### Records for this exercise
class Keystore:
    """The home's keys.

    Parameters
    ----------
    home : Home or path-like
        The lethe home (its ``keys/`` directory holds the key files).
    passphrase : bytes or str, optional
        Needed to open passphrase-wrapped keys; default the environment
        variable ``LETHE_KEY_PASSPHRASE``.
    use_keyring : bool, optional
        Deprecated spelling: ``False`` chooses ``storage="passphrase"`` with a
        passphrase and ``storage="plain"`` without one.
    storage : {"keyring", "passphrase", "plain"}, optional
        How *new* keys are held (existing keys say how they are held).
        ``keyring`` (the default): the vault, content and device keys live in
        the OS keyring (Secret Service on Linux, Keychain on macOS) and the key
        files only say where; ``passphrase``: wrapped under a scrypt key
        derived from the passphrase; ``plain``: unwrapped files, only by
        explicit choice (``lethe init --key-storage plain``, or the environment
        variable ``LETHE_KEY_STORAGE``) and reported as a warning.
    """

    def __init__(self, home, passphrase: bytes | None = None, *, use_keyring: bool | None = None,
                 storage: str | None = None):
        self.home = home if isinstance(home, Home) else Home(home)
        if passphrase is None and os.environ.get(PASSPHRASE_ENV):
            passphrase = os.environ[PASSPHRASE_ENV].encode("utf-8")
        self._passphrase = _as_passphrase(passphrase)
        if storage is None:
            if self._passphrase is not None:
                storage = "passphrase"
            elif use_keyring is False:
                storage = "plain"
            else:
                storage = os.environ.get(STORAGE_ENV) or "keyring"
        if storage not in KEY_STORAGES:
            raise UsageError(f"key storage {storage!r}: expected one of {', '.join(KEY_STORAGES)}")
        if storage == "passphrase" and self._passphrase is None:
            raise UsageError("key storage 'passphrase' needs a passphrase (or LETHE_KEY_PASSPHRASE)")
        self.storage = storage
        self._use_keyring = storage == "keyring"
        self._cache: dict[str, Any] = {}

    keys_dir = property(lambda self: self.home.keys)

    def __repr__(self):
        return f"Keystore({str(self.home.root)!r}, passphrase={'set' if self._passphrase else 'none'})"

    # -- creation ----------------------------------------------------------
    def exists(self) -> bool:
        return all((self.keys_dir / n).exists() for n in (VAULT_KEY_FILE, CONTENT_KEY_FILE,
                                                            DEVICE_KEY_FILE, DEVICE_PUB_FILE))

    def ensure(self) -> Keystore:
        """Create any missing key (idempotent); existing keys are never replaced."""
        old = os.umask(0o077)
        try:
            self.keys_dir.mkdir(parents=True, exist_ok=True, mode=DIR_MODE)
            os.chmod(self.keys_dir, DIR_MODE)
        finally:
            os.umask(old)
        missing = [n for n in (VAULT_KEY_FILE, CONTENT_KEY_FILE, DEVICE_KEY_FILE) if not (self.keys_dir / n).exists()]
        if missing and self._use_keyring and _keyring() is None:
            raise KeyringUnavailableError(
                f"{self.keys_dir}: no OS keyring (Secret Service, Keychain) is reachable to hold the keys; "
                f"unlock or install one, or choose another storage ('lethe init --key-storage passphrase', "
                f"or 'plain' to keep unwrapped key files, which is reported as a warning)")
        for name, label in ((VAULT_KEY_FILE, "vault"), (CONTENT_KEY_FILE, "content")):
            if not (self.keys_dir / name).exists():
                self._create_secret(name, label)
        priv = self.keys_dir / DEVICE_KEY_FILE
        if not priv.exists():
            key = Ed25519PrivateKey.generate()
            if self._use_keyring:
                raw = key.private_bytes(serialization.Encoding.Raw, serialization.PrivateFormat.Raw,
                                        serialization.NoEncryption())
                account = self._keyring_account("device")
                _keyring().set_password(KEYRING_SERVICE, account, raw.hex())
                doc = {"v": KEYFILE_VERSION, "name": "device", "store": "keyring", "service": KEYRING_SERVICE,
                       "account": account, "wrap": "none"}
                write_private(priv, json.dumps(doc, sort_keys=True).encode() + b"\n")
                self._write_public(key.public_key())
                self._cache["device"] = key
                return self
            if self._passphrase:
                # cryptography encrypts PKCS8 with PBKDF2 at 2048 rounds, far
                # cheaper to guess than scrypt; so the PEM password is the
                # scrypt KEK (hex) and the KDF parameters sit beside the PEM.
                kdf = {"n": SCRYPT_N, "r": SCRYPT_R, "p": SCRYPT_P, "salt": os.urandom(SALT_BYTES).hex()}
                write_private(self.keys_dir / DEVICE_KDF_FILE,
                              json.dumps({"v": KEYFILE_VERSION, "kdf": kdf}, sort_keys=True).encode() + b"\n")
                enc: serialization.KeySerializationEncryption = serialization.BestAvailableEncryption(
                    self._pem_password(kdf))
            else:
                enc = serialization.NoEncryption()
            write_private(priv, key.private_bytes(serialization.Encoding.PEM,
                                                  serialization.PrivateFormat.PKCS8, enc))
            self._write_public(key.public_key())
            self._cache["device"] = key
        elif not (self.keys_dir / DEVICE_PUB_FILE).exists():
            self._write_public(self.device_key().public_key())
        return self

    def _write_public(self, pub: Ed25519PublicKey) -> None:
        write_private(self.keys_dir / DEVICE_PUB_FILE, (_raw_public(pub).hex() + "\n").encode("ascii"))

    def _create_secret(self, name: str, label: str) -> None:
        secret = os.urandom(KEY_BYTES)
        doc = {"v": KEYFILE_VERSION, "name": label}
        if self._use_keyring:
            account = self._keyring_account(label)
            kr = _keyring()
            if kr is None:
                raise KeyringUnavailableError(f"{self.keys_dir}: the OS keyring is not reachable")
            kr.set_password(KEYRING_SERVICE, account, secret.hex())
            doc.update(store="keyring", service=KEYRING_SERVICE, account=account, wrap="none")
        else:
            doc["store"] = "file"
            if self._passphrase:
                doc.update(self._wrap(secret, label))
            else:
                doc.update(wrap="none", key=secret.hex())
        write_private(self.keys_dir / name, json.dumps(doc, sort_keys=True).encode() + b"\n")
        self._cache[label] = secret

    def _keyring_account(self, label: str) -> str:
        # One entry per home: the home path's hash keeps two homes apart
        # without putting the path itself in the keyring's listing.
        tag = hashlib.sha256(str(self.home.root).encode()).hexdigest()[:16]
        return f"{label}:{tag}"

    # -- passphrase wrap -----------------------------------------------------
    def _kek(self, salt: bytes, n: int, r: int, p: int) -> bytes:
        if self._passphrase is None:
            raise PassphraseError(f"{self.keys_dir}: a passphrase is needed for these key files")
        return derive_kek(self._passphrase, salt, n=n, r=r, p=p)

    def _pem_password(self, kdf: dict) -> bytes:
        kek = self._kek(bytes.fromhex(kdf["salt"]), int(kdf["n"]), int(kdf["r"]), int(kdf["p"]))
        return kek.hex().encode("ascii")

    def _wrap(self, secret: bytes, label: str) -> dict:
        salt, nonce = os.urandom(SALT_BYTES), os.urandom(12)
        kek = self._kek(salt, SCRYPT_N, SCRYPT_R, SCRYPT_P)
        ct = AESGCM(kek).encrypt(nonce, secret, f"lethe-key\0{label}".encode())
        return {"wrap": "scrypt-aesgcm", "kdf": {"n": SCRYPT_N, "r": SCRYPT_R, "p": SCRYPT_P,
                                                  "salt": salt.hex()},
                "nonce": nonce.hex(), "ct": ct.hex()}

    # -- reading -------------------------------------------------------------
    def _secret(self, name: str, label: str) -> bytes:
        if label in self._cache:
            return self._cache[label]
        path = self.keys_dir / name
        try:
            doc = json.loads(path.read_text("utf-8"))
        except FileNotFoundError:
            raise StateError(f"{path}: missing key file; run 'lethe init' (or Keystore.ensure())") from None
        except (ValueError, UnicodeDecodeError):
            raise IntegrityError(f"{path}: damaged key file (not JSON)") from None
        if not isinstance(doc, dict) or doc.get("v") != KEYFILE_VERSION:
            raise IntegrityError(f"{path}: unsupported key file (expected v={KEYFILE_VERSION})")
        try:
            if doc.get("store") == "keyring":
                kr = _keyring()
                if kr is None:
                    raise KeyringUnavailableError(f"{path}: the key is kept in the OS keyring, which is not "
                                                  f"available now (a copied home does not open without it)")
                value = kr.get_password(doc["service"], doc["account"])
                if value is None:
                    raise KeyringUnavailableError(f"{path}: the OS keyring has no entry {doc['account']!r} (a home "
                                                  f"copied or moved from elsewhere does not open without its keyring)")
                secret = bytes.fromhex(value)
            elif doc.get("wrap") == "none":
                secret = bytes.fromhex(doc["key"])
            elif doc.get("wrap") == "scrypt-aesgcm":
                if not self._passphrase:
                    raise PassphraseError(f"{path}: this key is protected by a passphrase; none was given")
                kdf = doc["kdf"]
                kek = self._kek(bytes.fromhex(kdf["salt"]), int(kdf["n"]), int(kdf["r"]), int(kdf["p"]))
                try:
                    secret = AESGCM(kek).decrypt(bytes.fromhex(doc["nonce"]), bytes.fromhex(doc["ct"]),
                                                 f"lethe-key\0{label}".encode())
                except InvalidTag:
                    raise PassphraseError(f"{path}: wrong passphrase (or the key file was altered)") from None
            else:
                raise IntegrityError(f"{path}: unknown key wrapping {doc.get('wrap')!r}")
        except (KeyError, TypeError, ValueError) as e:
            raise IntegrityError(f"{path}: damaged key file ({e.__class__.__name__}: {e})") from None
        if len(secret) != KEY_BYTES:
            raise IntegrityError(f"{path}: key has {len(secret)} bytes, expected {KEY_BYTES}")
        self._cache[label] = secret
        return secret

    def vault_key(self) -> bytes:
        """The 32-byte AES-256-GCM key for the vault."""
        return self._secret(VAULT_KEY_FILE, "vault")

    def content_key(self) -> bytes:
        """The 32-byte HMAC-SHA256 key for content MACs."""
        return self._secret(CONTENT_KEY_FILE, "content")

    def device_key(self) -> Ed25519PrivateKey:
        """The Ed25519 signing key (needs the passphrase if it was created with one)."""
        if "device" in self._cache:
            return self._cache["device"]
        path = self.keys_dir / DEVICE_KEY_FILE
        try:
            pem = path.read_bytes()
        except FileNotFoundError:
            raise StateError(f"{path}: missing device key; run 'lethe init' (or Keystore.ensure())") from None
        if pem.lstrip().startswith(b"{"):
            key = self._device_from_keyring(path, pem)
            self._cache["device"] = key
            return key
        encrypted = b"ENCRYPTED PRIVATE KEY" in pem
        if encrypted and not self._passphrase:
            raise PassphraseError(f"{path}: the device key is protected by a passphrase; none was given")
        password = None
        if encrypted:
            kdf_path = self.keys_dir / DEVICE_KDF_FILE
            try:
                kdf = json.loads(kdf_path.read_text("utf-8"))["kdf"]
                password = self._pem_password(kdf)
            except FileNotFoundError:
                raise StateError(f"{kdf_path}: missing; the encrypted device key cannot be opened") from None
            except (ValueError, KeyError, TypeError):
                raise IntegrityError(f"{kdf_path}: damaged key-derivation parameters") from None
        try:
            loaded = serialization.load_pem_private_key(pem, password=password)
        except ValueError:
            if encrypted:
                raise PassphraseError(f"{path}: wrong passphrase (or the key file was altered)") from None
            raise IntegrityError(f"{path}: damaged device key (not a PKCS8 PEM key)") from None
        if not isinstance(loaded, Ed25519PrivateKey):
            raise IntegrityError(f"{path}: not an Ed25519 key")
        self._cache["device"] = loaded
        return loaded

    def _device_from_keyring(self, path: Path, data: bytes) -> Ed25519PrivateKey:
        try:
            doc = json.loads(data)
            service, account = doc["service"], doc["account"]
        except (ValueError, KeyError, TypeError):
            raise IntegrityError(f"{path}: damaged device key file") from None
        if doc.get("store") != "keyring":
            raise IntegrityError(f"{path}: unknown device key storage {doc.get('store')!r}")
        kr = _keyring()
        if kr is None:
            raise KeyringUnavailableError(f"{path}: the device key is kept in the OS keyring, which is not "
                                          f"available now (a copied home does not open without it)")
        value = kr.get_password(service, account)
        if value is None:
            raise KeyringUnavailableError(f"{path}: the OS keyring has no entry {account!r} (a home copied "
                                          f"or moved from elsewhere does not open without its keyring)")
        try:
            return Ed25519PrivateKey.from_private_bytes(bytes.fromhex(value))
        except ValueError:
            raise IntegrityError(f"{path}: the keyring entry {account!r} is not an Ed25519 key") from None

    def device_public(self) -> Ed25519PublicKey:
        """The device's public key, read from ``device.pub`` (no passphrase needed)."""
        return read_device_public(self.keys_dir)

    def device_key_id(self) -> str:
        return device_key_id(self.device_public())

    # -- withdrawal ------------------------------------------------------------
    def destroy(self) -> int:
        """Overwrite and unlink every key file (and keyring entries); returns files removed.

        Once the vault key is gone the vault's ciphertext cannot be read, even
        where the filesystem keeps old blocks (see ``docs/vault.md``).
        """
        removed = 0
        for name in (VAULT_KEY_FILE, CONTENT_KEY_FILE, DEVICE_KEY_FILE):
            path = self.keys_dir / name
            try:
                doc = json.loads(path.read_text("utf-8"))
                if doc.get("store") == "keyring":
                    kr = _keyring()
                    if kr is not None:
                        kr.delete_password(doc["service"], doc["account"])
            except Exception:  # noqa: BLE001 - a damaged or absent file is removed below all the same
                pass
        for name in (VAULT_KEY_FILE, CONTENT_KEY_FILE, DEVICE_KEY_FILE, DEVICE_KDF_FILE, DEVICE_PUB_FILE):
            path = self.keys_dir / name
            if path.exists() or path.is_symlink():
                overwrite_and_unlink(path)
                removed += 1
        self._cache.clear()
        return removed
--
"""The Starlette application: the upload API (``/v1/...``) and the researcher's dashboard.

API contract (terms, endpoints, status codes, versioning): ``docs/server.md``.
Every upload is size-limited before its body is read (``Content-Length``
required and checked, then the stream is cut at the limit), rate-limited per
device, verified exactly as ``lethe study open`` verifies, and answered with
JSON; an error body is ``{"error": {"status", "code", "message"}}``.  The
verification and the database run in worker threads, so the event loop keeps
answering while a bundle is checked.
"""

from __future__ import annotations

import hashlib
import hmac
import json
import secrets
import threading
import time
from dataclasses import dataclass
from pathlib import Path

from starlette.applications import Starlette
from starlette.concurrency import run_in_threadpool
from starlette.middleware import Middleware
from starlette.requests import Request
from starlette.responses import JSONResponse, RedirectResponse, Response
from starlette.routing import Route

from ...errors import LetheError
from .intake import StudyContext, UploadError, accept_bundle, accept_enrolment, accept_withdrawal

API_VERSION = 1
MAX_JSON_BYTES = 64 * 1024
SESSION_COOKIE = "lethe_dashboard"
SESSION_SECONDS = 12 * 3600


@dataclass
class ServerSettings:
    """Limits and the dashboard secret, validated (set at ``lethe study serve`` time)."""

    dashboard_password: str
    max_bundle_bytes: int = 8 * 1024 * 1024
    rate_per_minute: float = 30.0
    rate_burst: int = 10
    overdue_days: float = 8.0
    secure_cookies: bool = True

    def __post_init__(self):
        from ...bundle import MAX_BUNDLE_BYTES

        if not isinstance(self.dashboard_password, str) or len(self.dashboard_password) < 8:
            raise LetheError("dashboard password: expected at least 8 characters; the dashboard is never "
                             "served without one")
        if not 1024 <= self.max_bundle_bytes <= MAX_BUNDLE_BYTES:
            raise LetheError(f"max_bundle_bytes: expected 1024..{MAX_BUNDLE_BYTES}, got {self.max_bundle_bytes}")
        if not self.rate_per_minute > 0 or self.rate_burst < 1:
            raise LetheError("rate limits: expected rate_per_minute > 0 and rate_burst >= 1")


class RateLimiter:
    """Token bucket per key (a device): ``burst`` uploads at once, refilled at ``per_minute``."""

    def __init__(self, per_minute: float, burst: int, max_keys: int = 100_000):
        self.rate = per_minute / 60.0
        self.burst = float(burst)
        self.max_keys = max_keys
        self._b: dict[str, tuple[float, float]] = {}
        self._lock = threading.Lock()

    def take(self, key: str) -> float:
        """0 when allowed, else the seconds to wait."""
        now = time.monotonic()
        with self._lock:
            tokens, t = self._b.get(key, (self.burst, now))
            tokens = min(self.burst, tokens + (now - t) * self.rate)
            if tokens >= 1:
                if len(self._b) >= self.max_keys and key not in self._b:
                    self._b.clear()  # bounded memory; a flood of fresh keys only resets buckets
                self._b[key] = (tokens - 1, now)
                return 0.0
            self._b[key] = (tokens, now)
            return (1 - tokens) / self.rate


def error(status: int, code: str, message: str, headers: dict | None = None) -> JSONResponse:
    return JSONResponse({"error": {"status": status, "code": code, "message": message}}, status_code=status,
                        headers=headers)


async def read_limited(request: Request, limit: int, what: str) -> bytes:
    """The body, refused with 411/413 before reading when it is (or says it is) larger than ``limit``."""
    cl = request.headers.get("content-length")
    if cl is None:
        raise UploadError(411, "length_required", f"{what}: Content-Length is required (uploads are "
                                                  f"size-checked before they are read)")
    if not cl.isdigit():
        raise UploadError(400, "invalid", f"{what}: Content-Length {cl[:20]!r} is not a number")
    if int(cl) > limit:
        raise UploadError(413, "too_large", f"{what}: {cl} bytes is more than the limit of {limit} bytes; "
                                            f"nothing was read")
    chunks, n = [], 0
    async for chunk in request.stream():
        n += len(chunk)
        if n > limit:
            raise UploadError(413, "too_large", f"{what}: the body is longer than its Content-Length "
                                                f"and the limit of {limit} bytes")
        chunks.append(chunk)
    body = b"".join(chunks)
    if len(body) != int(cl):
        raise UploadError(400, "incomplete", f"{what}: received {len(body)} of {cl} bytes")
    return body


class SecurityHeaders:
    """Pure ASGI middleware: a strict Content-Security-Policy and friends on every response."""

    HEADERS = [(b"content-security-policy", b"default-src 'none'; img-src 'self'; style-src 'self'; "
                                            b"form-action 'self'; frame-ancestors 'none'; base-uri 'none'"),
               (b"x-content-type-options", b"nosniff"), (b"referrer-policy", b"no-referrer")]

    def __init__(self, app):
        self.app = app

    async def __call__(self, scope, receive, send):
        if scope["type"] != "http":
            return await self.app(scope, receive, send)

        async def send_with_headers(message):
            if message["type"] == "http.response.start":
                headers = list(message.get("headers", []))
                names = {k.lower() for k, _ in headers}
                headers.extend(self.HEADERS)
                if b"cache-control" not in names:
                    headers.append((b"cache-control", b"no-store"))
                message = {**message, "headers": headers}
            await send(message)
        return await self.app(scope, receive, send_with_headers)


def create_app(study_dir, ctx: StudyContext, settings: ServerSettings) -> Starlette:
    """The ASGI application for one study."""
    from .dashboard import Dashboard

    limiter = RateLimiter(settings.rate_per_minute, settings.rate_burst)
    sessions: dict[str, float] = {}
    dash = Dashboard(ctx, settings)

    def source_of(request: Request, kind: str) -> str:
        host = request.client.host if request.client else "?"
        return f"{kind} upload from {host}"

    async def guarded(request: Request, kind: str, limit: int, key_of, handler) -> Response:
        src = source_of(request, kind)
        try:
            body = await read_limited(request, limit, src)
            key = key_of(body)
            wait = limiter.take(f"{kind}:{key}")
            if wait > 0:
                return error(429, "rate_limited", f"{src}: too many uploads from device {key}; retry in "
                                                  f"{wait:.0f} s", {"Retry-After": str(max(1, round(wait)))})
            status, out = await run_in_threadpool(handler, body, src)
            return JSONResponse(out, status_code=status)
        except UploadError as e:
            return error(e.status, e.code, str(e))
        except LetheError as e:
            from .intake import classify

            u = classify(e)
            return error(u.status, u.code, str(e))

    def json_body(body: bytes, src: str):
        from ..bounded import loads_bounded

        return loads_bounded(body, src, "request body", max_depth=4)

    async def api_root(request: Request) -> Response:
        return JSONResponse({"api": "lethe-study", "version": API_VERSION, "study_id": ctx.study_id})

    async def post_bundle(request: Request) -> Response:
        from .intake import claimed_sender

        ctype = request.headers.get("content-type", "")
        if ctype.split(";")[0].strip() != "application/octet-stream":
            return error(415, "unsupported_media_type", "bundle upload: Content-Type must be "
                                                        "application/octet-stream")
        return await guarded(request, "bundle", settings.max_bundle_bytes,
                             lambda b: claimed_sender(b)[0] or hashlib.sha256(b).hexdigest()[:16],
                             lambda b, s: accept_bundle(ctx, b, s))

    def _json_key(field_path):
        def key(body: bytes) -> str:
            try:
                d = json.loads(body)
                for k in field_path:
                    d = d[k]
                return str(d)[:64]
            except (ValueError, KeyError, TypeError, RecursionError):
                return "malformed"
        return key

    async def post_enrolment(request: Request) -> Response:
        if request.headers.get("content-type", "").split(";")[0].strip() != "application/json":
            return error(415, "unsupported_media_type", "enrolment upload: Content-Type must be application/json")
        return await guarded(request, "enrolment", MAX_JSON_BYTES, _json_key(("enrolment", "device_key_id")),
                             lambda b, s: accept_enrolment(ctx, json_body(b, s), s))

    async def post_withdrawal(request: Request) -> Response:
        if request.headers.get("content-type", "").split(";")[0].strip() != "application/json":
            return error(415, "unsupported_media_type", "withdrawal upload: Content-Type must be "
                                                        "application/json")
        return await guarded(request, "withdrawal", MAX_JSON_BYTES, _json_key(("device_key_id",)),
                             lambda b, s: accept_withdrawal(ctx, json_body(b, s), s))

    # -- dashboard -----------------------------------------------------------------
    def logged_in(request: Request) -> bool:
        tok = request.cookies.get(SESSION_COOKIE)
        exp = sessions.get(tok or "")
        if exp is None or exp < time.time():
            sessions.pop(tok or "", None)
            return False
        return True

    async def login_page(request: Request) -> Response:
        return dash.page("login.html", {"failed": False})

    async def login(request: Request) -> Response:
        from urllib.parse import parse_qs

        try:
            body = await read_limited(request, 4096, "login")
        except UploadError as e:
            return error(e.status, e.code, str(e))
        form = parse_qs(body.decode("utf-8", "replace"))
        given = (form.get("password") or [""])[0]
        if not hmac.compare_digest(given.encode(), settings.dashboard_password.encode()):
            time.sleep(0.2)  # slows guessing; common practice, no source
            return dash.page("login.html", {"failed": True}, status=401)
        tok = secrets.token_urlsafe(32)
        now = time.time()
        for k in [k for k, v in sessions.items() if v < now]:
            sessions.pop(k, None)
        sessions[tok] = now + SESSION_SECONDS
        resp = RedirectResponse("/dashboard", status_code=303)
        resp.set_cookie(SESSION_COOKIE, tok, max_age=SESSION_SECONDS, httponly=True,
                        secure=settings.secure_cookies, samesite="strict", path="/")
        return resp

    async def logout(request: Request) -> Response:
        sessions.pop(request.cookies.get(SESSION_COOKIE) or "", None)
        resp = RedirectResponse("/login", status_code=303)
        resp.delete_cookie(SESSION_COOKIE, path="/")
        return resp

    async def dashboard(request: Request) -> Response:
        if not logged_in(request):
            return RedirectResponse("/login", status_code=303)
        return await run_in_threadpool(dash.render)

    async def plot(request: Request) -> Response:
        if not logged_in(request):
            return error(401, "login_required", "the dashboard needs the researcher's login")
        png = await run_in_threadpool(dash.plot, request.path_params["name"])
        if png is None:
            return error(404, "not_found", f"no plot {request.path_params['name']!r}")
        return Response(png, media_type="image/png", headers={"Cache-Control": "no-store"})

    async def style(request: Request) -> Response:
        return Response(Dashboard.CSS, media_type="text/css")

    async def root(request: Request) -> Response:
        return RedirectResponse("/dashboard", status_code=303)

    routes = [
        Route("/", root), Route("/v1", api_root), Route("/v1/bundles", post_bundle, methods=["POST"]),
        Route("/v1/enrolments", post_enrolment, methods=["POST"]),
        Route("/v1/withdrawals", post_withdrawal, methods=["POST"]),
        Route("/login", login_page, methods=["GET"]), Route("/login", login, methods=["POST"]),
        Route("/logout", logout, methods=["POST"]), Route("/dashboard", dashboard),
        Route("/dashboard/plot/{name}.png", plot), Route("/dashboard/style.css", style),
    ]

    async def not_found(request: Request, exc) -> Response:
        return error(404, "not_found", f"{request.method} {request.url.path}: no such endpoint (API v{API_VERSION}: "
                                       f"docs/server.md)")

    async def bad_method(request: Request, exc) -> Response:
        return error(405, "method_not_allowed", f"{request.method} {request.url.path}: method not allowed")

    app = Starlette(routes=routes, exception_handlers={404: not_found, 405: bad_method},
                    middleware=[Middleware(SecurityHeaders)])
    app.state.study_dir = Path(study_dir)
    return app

### Brief
Repeat, exactly as they stand above, the lines from the line with "API_VERSION = 1" to the line with "rate_burst: int = 10", both lines included.

### Solution for this task
API_VERSION = 1
MAX_JSON_BYTES = 64 * 1024
SESSION_COOKIE = "lethe_dashboard"
SESSION_SECONDS = 12 * 3600


@dataclass
class ServerSettings:
    """Limits and the dashboard secret, validated (set at ``lethe study serve`` time)."""

    dashboard_password: str
    max_bundle_bytes: int = 8 * 1024 * 1024
    rate_per_minute: float = 30.0
    rate_burst: int = 10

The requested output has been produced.